The terminal, located within a Foreign Trade Zone, “is a full-service multimodal logistics hub for the Upper Midwest, so it’s only natural that we offer the advantages of maritime container handling to complement our land-based network” of highway and rail connections, said Deb DeLuca, executive director of the Duluth Seaway Port Authority. “We’ve been nurturing this potential for a while, and we’re excited to see it coming to fruition.
“Considering the significant congestion and delays occurring at some coastal ports,” she added, “we provide a fluid alternative for containers to move inland and bypass those coastal bottlenecks.”
The notion of routing containers to the Midwest by water is not new, noted DeLuca, and has been part of Duluth’s vision for over five decades. “But” she added, “the time is right to bring that vision into a modern focus, and we’re well positioned to do it.”

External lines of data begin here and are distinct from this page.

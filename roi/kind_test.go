package roi

import (
	"testing"

	"voxgamma/structure"
)

// RTROIInterpretedType values from DICOM PS3.3 (RT ROI Observations Module).
func TestKindOfType(t *testing.T) {
	for typ, want := range map[string]Kind{
		"PTV": Target, "CTV": Target, "GTV": Target, " ptv ": Target,
		"ORGAN": OAR, "AVOIDANCE": OAR, "EXTERNAL": Body,
		"CAVITY": Other, "BOLUS": Other, "SUPPORT": Other, "MARKER": Other, "ISOCENTER": Other, "": Other,
	} {
		if got := KindOfType(typ); got != want {
			t.Errorf("KindOfType(%q) = %v, want %v", typ, got, want)
		}
	}
}

func TestKindStrings(t *testing.T) {
	for _, k := range []Kind{Target, OAR, Body, Other} {
		got, err := ParseKind(k.String())
		if err != nil || got != k {
			t.Errorf("ParseKind(%q) = %v, %v", k.String(), got, err)
		}
	}
	if Target.String() != "target" || OAR.String() != "oar" || Body.String() != "body" || Other.String() != "other" {
		t.Error("wrong string forms")
	}
	if _, err := ParseKind("organ"); err == nil {
		t.Error(`ParseKind("organ") accepted`)
	}
	if got, _ := ParseKind(" TARGET "); got != Target {
		t.Error("ParseKind is not case-insensitive")
	}
}

func TestRules(t *testing.T) {
	rules := []Rule{}
	for _, s := range []string{"PTV*=target", "gtv=target", "*_PRV=oar!", "Bowel ?ag=oar", "Ring*=other!"} {
		r, err := ParseRule(s)
		if err != nil {
			t.Fatal(err)
		}
		if r.String() != s {
			t.Errorf("ParseRule(%q).String() = %q", s, r.String())
		}
		rules = append(rules, r)
	}
	cases := []struct {
		name, typ string
		want      Kind
	}{
		{"PTV_60", "", Target},
		{"ptv boost", "", Target},
		{"xPTV", "", Other},            // glob matches the whole name
		{"GTVp", "", Target},           // prefix
		{"Cord_PRV", "", OAR},          // glob
		{"Cord_PRV", "PTV", OAR},       // override
		{"PTV_60", "ORGAN", OAR},       // typed, rule does not override
		{"Bowel Bag", "", OAR},         // '?' is one character
		{"Bowel Baag", "", Other},      // ... exactly one
		{"Ring PTV", "CTV", Other},     // override to other
		{"Lung_L", "ORGAN", OAR},       // type only
		{"Lung_L", "", Other},          // nothing applies
		{"  ptv_50 ", "", Target},      // spaces ignored
		{"BODY", "EXTERNAL", Body},     // type only
		{"Cord_PRV_x", "", Other},      // glob anchored at the end
		{"cord_prv", "AVOIDANCE", OAR}, // case-insensitive override
	}
	for _, c := range cases {
		if got := Classify(&structure.ROI{Name: c.name, InterpretedType: c.typ}, rules); got != c.want {
			t.Errorf("Classify(%q, type %q) = %v, want %v", c.name, c.typ, got, c.want)
		}
	}
	for _, bad := range []string{"PTV", "=target", "PTV*=tumour", "PTV*=!"} {
		if _, err := ParseRule(bad); err == nil {
			t.Errorf("ParseRule(%q) accepted", bad)
		}
	}
	if (Rule{Pattern: "", Kind: Target}).Matches("anything") {
		t.Error("an empty pattern matches")
	}
	if !(Rule{Pattern: "*a*b*c"}).Matches("xxaxxbxxbxc") || (Rule{Pattern: "*a*b*c"}).Matches("xxaxxbxxbx") {
		t.Error("glob backtracking")
	}
}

Although new variants of COVID-19 keep appearing and spreading, and supply-chain uncertainty remains the watchword, the pandemic-fueled supply-chain mess will eventually play out, thanks in no small part to the staying power of the logistics innovations spurred by the crisis. “The silver lining of the pandemic,” said Rickenbacker’s Bryan Schreiber, “is that people are thinking outside the box and looking for different solutions for their supply-chain security and efficiency.”